**DESCRIPTION OF THE TASK**
Which lines in the records below contain the word "value"? Return each of them.

(DATA begins)

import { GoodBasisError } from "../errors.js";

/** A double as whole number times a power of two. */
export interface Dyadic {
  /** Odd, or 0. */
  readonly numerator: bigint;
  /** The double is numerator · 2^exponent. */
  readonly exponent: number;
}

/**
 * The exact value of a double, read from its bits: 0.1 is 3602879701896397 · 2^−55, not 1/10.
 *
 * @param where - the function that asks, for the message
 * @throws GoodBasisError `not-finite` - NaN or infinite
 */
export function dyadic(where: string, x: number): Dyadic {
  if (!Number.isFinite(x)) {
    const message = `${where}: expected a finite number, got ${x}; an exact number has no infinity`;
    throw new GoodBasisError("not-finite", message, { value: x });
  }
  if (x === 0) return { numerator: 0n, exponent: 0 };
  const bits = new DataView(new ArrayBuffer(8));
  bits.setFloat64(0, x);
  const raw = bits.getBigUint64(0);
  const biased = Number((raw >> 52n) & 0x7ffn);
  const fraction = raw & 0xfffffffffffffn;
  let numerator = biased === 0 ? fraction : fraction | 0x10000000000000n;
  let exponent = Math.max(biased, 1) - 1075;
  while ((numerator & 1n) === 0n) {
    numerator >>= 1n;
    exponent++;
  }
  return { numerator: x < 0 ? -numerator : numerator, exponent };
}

(DATA ends)

**RESPONSE**
 * The exact value of a double, read from its bits: 0.1 is 3602879701896397 · 2^−55, not 1/10.
    throw new GoodBasisError("not-finite", message, { value: x });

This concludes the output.